I was once accused of being a pirate back then because I was talking about downloading in a chatroom.
What was I downloading? Linux. Probably Debian. It's the same kind of nonsense as people going around accusing everyone whose process they don't understand of using AI. I'm surprised no one has come after me for making flame fractals.
Probably not as much a generational thing ("old people", versus "Millennials" or really, Gen X at that time), as just a tone-deaf shaming attempt by our corporate overlords.
Copyright/Patent/Intellectual Property for more than 25 years is illogical in my personal weird opinion. I think it grinds innovation to a halt and only serves to generate money. In other news i would glady recieve a lot of money forever just because i invented some thing ages ago. I'm only a humble capitalist human. :)
OpenAI will just fork out a bunch of money and settle everything, because that is how money works.
https://arstechnica.com/gadgets/2025/04/you-wouldnt-steal-a-...
The difference is: You're making copies of something:
Copying someone's IP can also impact you economically if your financial model depends on you being the only distributor of copies of something.Should we enforce the protection of people's right to have monopoly of distribution of intellectual property?
Or should we accept that in reality, copies are free and distribution monopolies only exist in inefficient markets?
It seems totally right to protect people's intellectual property.
But information wants to be free.
It's a dilemma.

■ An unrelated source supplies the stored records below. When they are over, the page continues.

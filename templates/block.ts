import { z } from 'zod';
import { drawingSchema } from '@/lib/figures/drawing';

/**
 * What a calc sheet says, free of any looks: the one form that the screen, the paper and a frozen revision share.
 *
 * Rich text is plain text with `$TeX$` for mathematics and `**bold**` for emphasis; a literal dollar sign is `\$`.
 * TeX uses only the macros of lib/typeset/macros.ts. `id` is the line a mark or comment is pinned to ("7.5"),
 * stable as long as the calculation keeps its shape.
 */
export const richText = z.string();

const line = {
  /** The line's own number, as printed outside the margin rule: "7.5". Unique on the sheet. */
  id: z.string().min(1),
  /** Where a formula, factor, limit or input comes from; printed under the number, outside the rule. */
  source: richText.optional(),
};

export const headingBlock = z.object({
  kind: z.literal('heading'),
  id: z.string().min(1),
  text: richText,
});

export const paragraphBlock = z.object({ kind: z.literal('paragraph'), ...line, text: richText });

/** One row of an equation group: `lhs = chain[0] = chain[1] = …`; the last member is the result. */
export const equationRow = z.object({
  lhs: z.string(),
  /** Members after the equals signs, TeX: formula, substitution with units, result with unit. */
  chain: z.array(z.string()),
  /** Box the result: the value goes on to the next sheet or step. */
  boxed: z.boolean().optional(),
  /** A few words after the result: "(to the left)". */
  note: richText.optional(),
});

export const equationsBlock = z.object({
  kind: z.literal('equations'),
  ...line,
  /** A sentence that leads in, when there is one. */
  text: richText.optional(),
  rows: z.array(equationRow).min(1),
});

export const figureBlock = z.object({
  kind: z.literal('figure'),
  ...line,
  caption: richText,
  /** Drawings set side by side on one row; widths share the text width in proportion to theirs. */
  drawings: z.array(drawingSchema).min(1),
  /** The same drawings laid out for a column of a phone; without them the wide ones are shrunk there. */
  narrow: z.array(drawingSchema).optional(),
});

export const tableColumn = z.object({
  head: richText,
  /** TeX of the unit, repeated under the head on each page. */
  unit: z.string().optional(),
  align: z.enum(['left', 'right', 'centre']),
});

export const tableRow = z.object({
  /** Rich text per column; numbers are `$TeX$`. An empty string is an empty cell. */
  cells: z.array(richText),
  /** total: bold under a rule. group: first row of a group that is not split from its follower. */
  emphasis: z.enum(['total', 'group', 'governing']).optional(),
});

export const tableBlock = z.object({
  kind: z.literal('table'),
  ...line,
  caption: richText.optional(),
  columns: z.array(tableColumn).min(1),
  rows: z.array(tableRow),
  note: richText.optional(),
});

/** A caution or an assumption set apart from the run of the calculation. */
export const cautionBlock = z.object({ kind: z.literal('caution'), ...line, text: richText });

export const block = z.discriminatedUnion('kind', [
  headingBlock,
  paragraphBlock,
  equationsBlock,
  figureBlock,
  tableBlock,
  cautionBlock,
]);

export const blocks = z.array(block);

export type Block = z.infer<typeof block>;
export type HeadingBlock = z.infer<typeof headingBlock>;
export type ParagraphBlock = z.infer<typeof paragraphBlock>;
export type EquationRow = z.infer<typeof equationRow>;
export type EquationsBlock = z.infer<typeof equationsBlock>;
export type FigureBlock = z.infer<typeof figureBlock>;
export type TableColumn = z.infer<typeof tableColumn>;
export type TableRow = z.infer<typeof tableRow>;
export type TableBlock = z.infer<typeof tableBlock>;
export type CautionBlock = z.infer<typeof cautionBlock>;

Do we side what feels right, or what's real?
It is accepted, within limits, for humans do transformative work, but it's not been yet established which the limits for AIs are, primarily (IMO): 1. whether the work is transformative or not 2. whether the scale of transformation/distribution changes the nature of the work.

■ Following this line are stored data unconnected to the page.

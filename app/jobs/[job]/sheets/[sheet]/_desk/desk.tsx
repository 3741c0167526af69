'use client';

import { useCallback, useEffect, useMemo, useReducer, useState } from 'react';
import type { ShapeRef } from '@/lib/figures/drawing';
import type { Draft } from '@/lib/model/draft';
import type { FieldError } from '@/lib/model/field-reader';
import { readDraft } from '@/lib/model/read-draft';
import { keepDraft, tryRedundants, writeCalculation } from '../actions';
import { ConflictSlip } from './conflict-slip';
import { DeskProvider } from './desk-context';
import type { DeskStepKey } from './desk-step';
import { changeDraft } from './draft-history';
import { DraftVersions } from './draft-versions';
import { FreezeForm } from './freeze-form';
import { KeepingLine } from './keeping-line';
import { LivePage } from './live-page';
import { StepForm } from './step-form';
import { StepList } from './step-list';
import { readBackup, useKeeping } from './use-keeping';
import { useWriting } from './use-writing';
import { writeAtPath } from './write-at-path';
import './desk.css';

export interface DeskProps {
  sheet: { id: string; number: string; nextRevision: number };
  initial: Draft;
  version: number;
  keptAt: string;
  sets: { key: string; title: string }[];
  imprint: string[];
}

type Zone = 'steps' | 'form' | 'page';

/** The screen where one sheet is made: steps in the margin, the step's form, the live page. */
export function Desk({ sheet, initial, version, keptAt, sets, imprint }: DeskProps) {
  const [history, dispatch] = useReducer(changeDraft, { past: [], present: initial, future: [] });
  const draft = history.present;
  const [step, setStep] = useState<DeskStepKey>('geometry');
  const [zone, setZone] = useState<Zone>('form');
  const [visited, setVisited] = useState<ReadonlySet<string>>(new Set());
  const [lit, light] = useState<ShapeRef | undefined>();
  const [waiting, setWaiting] = useState<Draft | undefined>();

  const keep = useCallback((at: number, d: Draft) => keepDraft(sheet.id, at, d), [sheet.id]);
  const keeping = useKeeping(sheet.id, draft, { version, keptAt }, keep);
  const { writing, pages, late } = useWriting(draft, writeCalculation);

  useEffect(() => setWaiting(readBackup(sheet.id, version)), [sheet.id, version]);
  useEffect(() => {
    const onKey = (event: KeyboardEvent) => {
      const command = event.ctrlKey || event.metaKey;
      if (!command || event.key.toLowerCase() !== 'z') return;
      event.preventDefault();
      dispatch({ type: event.shiftKey ? 'redo' : 'undo' });
    };
    window.addEventListener('keydown', onKey);
    return () => window.removeEventListener('keydown', onKey);
  }, []);

  const errors = useMemo((): FieldError[] => {
    const read = readDraft(draft);
    if (!read.ok) return read.errors;
    return writing?.state === 'refused' && writing.refusal.place.path
      ? [{ path: writing.refusal.place.path, message: writing.refusal.message }]
      : [];
  }, [draft, writing]);

  const desk = useMemo(
    () => ({
      draft,
      errors,
      visited,
      lit,
      light,
      edit: (path: string, value: unknown) =>
        dispatch({ type: 'edit', path, at: Date.now(), apply: (d) => writeAtPath(d, path, value) }),
      change: (name: string, apply: (d: Draft) => Draft) =>
        dispatch({ type: 'edit', path: name, at: Date.now(), apply }),
      visit: (path: string) => setVisited((v) => (v.has(path) ? v : new Set(v).add(path))),
    }),
    [draft, errors, visited, lit],
  );

  return (
    <DeskProvider value={desk}>
      <aside className="margin deskmargin" data-zone={zone}>
        <div className="bigno">{sheet.number}</div>
        <div className="under">{draft.title}</div>
        <StepList
          current={step}
          onStep={(key) => {
            setStep(key);
            setZone('form');
          }}
          errors={errors}
          writing={writing}
        />
        <div className="mgfoot">
          <DraftVersions
            sheetId={sheet.id}
            draft={draft}
            onReturn={(d) => dispatch({ type: 'replace', draft: d })}
          />
        </div>
        <FreezeForm
          sheetId={sheet.id}
          number={sheet.nextRevision}
          ready={writing?.state === 'written'}
          handOver={keeping.handOver}
        />
      </aside>
      <main id="main" className="deskmain" data-zone={zone}>
        <div className="zones">
          <div className="in form">
            {waiting ? (
              <p className="ans" role="status">
                This browser holds changes that were not handed over.{' '}
                <button
                  type="button"
                  className="linkish"
                  onClick={() => {
                    dispatch({ type: 'replace', draft: waiting });
                    setWaiting(undefined);
                  }}
                >
                  Take them back
                </button>
              </p>
            ) : null}
            {keeping.state.state === 'conflict' ? (
              <ConflictSlip
                state={keeping.state}
                onMine={() =>
                  keeping.state.state === 'conflict' && keeping.goOn(keeping.state.version, undefined)
                }
                onTheirs={(theirs) => {
                  if (keeping.state.state === 'conflict') keeping.goOn(keeping.state.version, theirs);
                  dispatch({ type: 'replace', draft: theirs });
                }}
              />
            ) : null}
            <StepForm
              step={step}
              writing={writing}
              pages={pages}
              sets={sets}
              tryOut={(q) => tryRedundants(draft, q)}
            />
          </div>
          <LivePage sheet={sheet.number} writing={writing} pages={pages} late={late} errors={errors} />
        </div>
      </main>
      <nav className="three" aria-label="Parts of the desk">
        {(['steps', 'form', 'page'] as const).map((z) => (
          <button
            key={z}
            type="button"
            aria-current={z === zone ? 'true' : undefined}
            onClick={() => setZone(z)}
          >
            {z === 'steps' ? 'Steps' : z === 'form' ? 'Form' : 'Page'}
          </button>
        ))}
      </nav>
      <footer className="imprint">
        {imprint.map((part) => (
          <span key={part}>{part}</span>
        ))}
        <span className="end">
          <KeepingLine state={keeping.state} />
        </span>
      </footer>
    </DeskProvider>
  );
}
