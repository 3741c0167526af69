import { derive } from '@/lib/engine/derivation/derive';
import type { Step } from '@/lib/engine/derivation/step';
import type { Solution } from '@/lib/engine/solution';
import type { Block } from './block';
import { composeBasis } from './steps/compose-basis';
import { composeCautions } from './steps/compose-cautions';
import { composeChecks } from './steps/compose-checks';
import { composeCombinations } from './steps/compose-combinations';
import { composeCompatibility } from './steps/compose-compatibility';
import { composeDeflections } from './steps/compose-deflections';
import { composeDegree } from './steps/compose-degree';
import { composeDiagrams } from './steps/compose-diagrams';
import { composeForces } from './steps/compose-forces';
import { composeParts } from './steps/compose-parts';
import { composePrimary } from './steps/compose-primary';
import { composeRedundants } from './steps/compose-redundants';
import { composeSolution } from './steps/compose-solution';
import { composeStructure } from './steps/compose-structure';
import { composeSummary } from './steps/compose-summary';
import { composeUnitStates } from './steps/compose-unit-states';
import { composeWork } from './steps/compose-work';
import { type Scene, sceneOf } from './steps/scene';
import { StepWriter } from './steps/step-writer';

export interface ComposeOptions {
  /** Title of the sheet; the page prints it above the first line. */
  title?: string;
  /** Assumptions and references in the engineer's own words, printed in step 1. */
  basis?: string;
  /** Make the drawings; default true. */
  figures?: boolean;
  /** Lay each drawing out a second time for the column of a phone; default true. */
  narrowFigures?: boolean;
}

/**
 * The written calculation as blocks: the words, the TeX and the drawings of steps 1 to 17. Line numbers stay the same as
 * long as the calculation keeps its shape.
 */
export function compose(solution: Solution, options: ComposeOptions = {}): Block[] {
  const scene = sceneOf(solution, { figures: options.figures ?? true, basis: options.basis });
  const counters = { figures: 0, narrow: options.narrowFigures ?? true };
  return derive(solution).flatMap((step) => {
    const out = new StepWriter(step.number, scene.units, counters);
    composeStep(step, out, scene);
    return out.blocks;
  });
}

function composeStep(step: Step, out: StepWriter, scene: Scene): void {
  switch (step.kind) {
    case 'basis':
      composeBasis(step, out, scene);
      break;
    case 'structure':
      composeStructure(step, out, scene);
      break;
    case 'degree':
      composeDegree(step, out, scene);
      break;
    case 'redundants':
      composeRedundants(step, out, scene);
      break;
    case 'primary':
      composePrimary(step, out, scene);
      break;
    case 'parts':
      composeParts(step, out, scene);
      break;
    case 'units':
      composeUnitStates(step, out, scene);
      break;
    case 'work':
      composeWork(step, out, scene);
      break;
    case 'compatibility':
      composeCompatibility(step, out, scene);
      break;
    case 'solution':
      composeSolution(step, out, scene);
      break;
    case 'forces':
      composeForces(step, out, scene);
      break;
    case 'diagrams':
      composeDiagrams(step, out, scene);
      break;
    case 'deflections':
      composeDeflections(step, out, scene);
      break;
    case 'combinations':
      composeCombinations(step, out, scene);
      break;
    case 'checks':
      composeChecks(step, out, scene);
      break;
    case 'summary':
      composeSummary(step, out, scene);
      break;
    case 'cautions':
      composeCautions(step, out, scene);
      break;
  }
}
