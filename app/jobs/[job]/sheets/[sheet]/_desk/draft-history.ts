import type { Draft } from '@/lib/model/draft';

/** The draft in hand with what came before and what was undone. */
export interface DraftHistory {
  past: Draft[];
  present: Draft;
  future: Draft[];
  /** The place last written to, and when: quick typing in one field is one step to undo. */
  last?: { path: string; at: number };
}

export type DraftChange =
  | { type: 'edit'; path: string; at: number; apply: (draft: Draft) => Draft }
  | { type: 'undo' }
  | { type: 'redo' }
  | { type: 'replace'; draft: Draft };

const oneStep = 900;
const kept = 200;

/** The next history after a change; edits to one field within a second count as one. */
export function changeDraft(history: DraftHistory, change: DraftChange): DraftHistory {
  const { past, present, future } = history;
  switch (change.type) {
    case 'edit': {
      const next = change.apply(present);
      if (next === present) return history;
      const joined = history.last?.path === change.path && change.at - history.last.at < oneStep;
      return {
        past: joined ? past : [...past, present].slice(-kept),
        present: next,
        future: [],
        last: { path: change.path, at: change.at },
      };
    }
    case 'undo': {
      const before = past.at(-1);
      return before ? { past: past.slice(0, -1), present: before, future: [present, ...future] } : history;
    }
    case 'redo': {
      const [next, ...rest] = future;
      return next ? { past: [...past, present], present: next, future: rest } : history;
    }
    case 'replace':
      return { past: [...past, present], present: change.draft, future: [] };
  }
}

Also counts as "downloading someone's content" - at least partially
We will eventually need that policeman's helmet as a retaliation means /s
From its title
"In 1710, the British Parliament passed a piece of legislation entitled An Act for the Encouragement of Learning. It became known as the Statute of Anne, and it was the world’s first copyright law. Copyright protects and regulates a piece of work - whether that's a book, a painting, a piece of music or a software programme. It emerged as a way of balancing the interests of authors, artists, publishers, and the public in the context of evolving technologies and the rise of mechanical reproduction. Writers and artists such as Alexander Pope, William Hogarth and Charles Dickens became involved in heated debates about ownership and originality that continue to this day - especially with the emergence of artificial intelligence. With:
Lionel Bently, Herchel Smith Professor of Intellectual Property Law at the University of Cambridge
Will Slauter, Professor of History at Sorbonne University, Paris
Katie McGettigan, Senior Lecturer in American Literature at Royal Holloway, University of London.

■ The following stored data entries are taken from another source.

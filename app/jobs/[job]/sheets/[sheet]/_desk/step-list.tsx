'use client';

import type { Draft } from '@/lib/model/draft';
import type { FieldError } from '@/lib/model/field-reader';
import { type DeskStepKey, deskSteps, errorsOfStep } from './desk-step';
import { stepWords } from './step-words';
import type { Writing } from './writing';

interface Props {
  draft: Draft;
  current: DeskStepKey;
  onStep: (step: DeskStepKey) => void;
  errors: readonly FieldError[];
  writing: Writing | undefined;
}

/** The steps in the margin, each with what it still needs; any may be visited at any time. */
export function StepList({ draft, current, onStep, errors, writing }: Props) {
  return (
    <ol className="steps" aria-label="Steps">
      {deskSteps.map((step, i) => {
        const state = stepState(step.key, draft, errors, writing);
        return (
          <li key={step.key}>
            <button
              type="button"
              aria-current={step.key === current ? 'step' : undefined}
              onClick={() => onStep(step.key)}
            >
              <span className="lab">
                {step.title}
                <small>{state.words}</small>
              </span>
              <span className="no" aria-hidden="true">
                {i + 1}
              </span>
              <StepMark done={state.done} />
            </button>
          </li>
        );
      })}
    </ol>
  );
}

function stepState(
  step: DeskStepKey,
  draft: Draft,
  errors: readonly FieldError[],
  writing: Writing | undefined,
) {
  const open = errorsOfStep(errors, step).length;
  if (open > 0) return { done: false, words: open === 1 ? 'one field open' : `${open} fields open` };
  const later = step === 'redundants' || step === 'results' || step === 'checks';
  if (!later) return { done: true, words: stepWords(draft, step) };
  if (writing?.state === 'refused') return { done: false, words: 'not solved' };
  if (writing?.state !== 'written') return { done: false, words: 'waits' };
  switch (step) {
    case 'redundants':
      return { done: true, words: writing.proposed ? 'proposed set' : 'own set' };
    case 'results':
      return { done: true, words: `written in ${Math.max(1, Math.round(writing.milliseconds))} ms` };
    default: {
      const held = writing.checks.filter((c) => c.holds).length;
      return { done: held === writing.checks.length, words: `${held} of ${writing.checks.length} hold` };
    }
  }
}

/** A tick when complete, a broken circle while something is open. */
function StepMark({ done }: { done: boolean }) {
  return (
    <svg width="16" height="16" viewBox="0 0 16 16" className={done ? 'mk done' : 'mk'} aria-hidden="true">
      {done ? (
        <path d="M2.5 8.5 L6.5 12.5 L13.5 4" fill="none" stroke="currentColor" strokeWidth="1.6" />
      ) : (
        <circle
          cx="8"
          cy="8"
          r="5.6"
          fill="none"
          stroke="currentColor"
          strokeWidth="1.6"
          strokeDasharray="2.6 1.8"
        />
      )}
    </svg>
  );
}
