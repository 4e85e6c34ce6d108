import type { Px } from '@/lib/geometry';
import { begin } from './begin';
import { inkReader } from './ink';
import { joined, passes } from './join';
import { paletteOf, type InkVector } from './palette';
import { paperOf, type Paper } from './paper';
import { piecesOf, type Pieces } from './pieces';
import { seedAt } from './seed';
import { smoothed } from './smooth';
import { track, type Seen } from './track';
import type { Bounds, Doubt, Followed, Raster } from './types';

interface Known {
  readonly paper: Paper;
  readonly palette: readonly InkVector[];
}

/** What is measured once for a picture, kept as long as its pixels are. */
const pictures = new WeakMap<Raster['rgb'], Known>();

function known(picture: Raster): Known {
  const before = pictures.get(picture.rgb);
  if (before) return before;
  const paper = paperOf(picture);
  const about = { paper, palette: paletteOf(picture, paper) };
  pictures.set(picture.rgb, about);
  return about;
}

/** Places the curve must pass, in any order, and where it may run. */
export interface FollowOptions {
  readonly through?: readonly Px[] | undefined;
  readonly bounds?: Bounds | undefined;
}

const FEWEST_STEPS = 4;
const FAINT = 45;

const pixelOf = ({ mode, t, v }: Seen): Px => (mode === 'columns' ? [t, v] : [v, t]);

/** The doubts about the line as a whole: how it ends, how faint it is. */
function wholeDoubts(ink: InkVector, ends: readonly { readonly at: Seen; readonly isUnder: boolean }[]): Doubt[] {
  const under = ends
    .filter(({ isUnder }) => isUnder)
    .map(({ at }) => ({
      px: pixelOf(at),
      why: 'end' as const,
      text: 'The line runs under something else here and does not come out again: check that it ends here.',
    }));
  const isFaint = Math.hypot(...ink) < FAINT;
  const text = 'This line is hardly darker than the paper: check that its points lie on it.';
  return isFaint ? [...under, { px: pixelOf(ends[0]!.at), why: 'faint', text }] : under;
}

/** The curve through one place, to both ends; null where there is no line. */
function fromOne(picture: Raster, start: Px, bounds: Bounds): Pieces | null {
  const { paper, palette } = known(picture);
  const seed = seedAt(picture, paper, start);
  if (!seed) return null;
  const reader = inkReader(picture, paper, palette, seed.ink, seed.strayness);
  const begun = begin(picture, reader, seed, bounds);
  if (!begun) return null;
  const { line, steps, heading } = begun;
  const ahead = track(line, steps, heading);
  const back = track(line, [...steps, ...ahead.steps].reverse(), { mode: heading.mode, sign: -1 });
  const all = [...back.steps.reverse(), ...steps, ...ahead.steps];
  if (all.length < FEWEST_STEPS) return null;
  const pieces = piecesOf(all, smoothed(all).v);
  const ends = [
    { at: all[0]!, isUnder: back.isUnder },
    { at: all[all.length - 1]!, isUnder: ahead.isUnder },
  ];
  return { ...pieces, doubts: [...pieces.doubts, ...wholeDoubts(seed.ink, ends)] };
}

const shown = ([x, y]: Px) => `${x.toFixed(1)}, ${y.toFixed(1)}`;
const blank = (at: Px): Followed => ({
  ok: false,
  message: `There is no line within 6 pixels of ${shown(at)}: give a pixel on the curve itself.`,
});

/**
 * Follows the line nearest `start` (within 6 px) to both of its ends on pixels alone. Points are centres of ink in px, in order from the left end
 * (or the top one of a steep line), at most 2 px apart along ink; where something hides the line there is a gap that says why.
 * Refuses a start, or a place it must pass, on blank paper.
 */
export function followLine(picture: Raster, start: Px, { through = [], bounds }: FollowOptions = {}): Followed {
  const within = bounds ?? { left: 0, top: 0, right: picture.width, bottom: picture.height };
  let pieces = fromOne(picture, start, within);
  if (!pieces) return blank(start);
  for (const place of through) {
    if (passes(pieces, place)) continue;
    const other = fromOne(picture, place, within);
    if (!other) return blank(place);
    pieces = passes(other, start) ? other : joined(pieces, other, start, place);
  }
  return { ok: true, ...pieces };
}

1) Download Ghibli film material from an arrrr site. Extract frames using ffmpeg. Pay someone $1 per week in Nigeria to add metadata for each (or some) frame(s).
2) ???
3) Profit
It's also possible that models' entire understanding of the aesthetic comes from screenshots of the movie. Even if OpenAI didn't feed in each frame of the movie, they definitely fed in lots of images from the web, some of which were almost certainly movie screenshots.
These models critically depend on many hours of artistic effort during training/prompting, but don’t require any additional effort by the new distributors/consumers. On top of that, proper attribution is often impossible.